## [TASK BRIEF]
Repeat, exactly as written, the line containing "export function uploadedFileName(header: string" and each line after it through the end of the data.

## [EXERCISE DATA]
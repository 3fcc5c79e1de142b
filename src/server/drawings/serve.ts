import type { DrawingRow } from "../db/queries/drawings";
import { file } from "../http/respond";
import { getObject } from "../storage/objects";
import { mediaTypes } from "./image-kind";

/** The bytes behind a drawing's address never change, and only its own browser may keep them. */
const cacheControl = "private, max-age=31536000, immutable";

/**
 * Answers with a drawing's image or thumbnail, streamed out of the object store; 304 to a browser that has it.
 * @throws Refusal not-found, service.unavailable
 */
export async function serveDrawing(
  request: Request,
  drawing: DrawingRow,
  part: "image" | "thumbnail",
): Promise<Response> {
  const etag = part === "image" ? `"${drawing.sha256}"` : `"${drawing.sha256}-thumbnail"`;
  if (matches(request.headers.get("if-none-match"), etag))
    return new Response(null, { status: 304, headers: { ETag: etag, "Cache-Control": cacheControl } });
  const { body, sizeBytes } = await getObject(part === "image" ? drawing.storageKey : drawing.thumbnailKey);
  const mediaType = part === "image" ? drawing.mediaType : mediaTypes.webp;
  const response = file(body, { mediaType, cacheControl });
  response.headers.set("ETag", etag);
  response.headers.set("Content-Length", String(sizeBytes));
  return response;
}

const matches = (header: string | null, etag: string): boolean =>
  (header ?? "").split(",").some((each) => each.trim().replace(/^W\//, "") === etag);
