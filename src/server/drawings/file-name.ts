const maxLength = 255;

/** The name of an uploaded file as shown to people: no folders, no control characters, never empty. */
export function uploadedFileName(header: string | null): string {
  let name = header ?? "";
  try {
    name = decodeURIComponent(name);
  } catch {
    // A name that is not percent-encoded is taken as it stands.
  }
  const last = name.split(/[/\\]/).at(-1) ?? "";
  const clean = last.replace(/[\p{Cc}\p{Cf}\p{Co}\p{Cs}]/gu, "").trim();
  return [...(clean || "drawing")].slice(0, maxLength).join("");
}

## [SOLUTION]
export function uploadedFileName(header: string | null): string {
  let name = header ?? "";
  try {
    name = decodeURIComponent(name);
  } catch {
    // A name that is not percent-encoded is taken as it stands.
  }
  const last = name.split(/[/\\]/).at(-1) ?? "";
  const clean = last.replace(/[\p{Cc}\p{Cf}\p{Co}\p{Cs}]/gu, "").trim();
  return [...(clean || "drawing")].slice(0, maxLength).join("");
}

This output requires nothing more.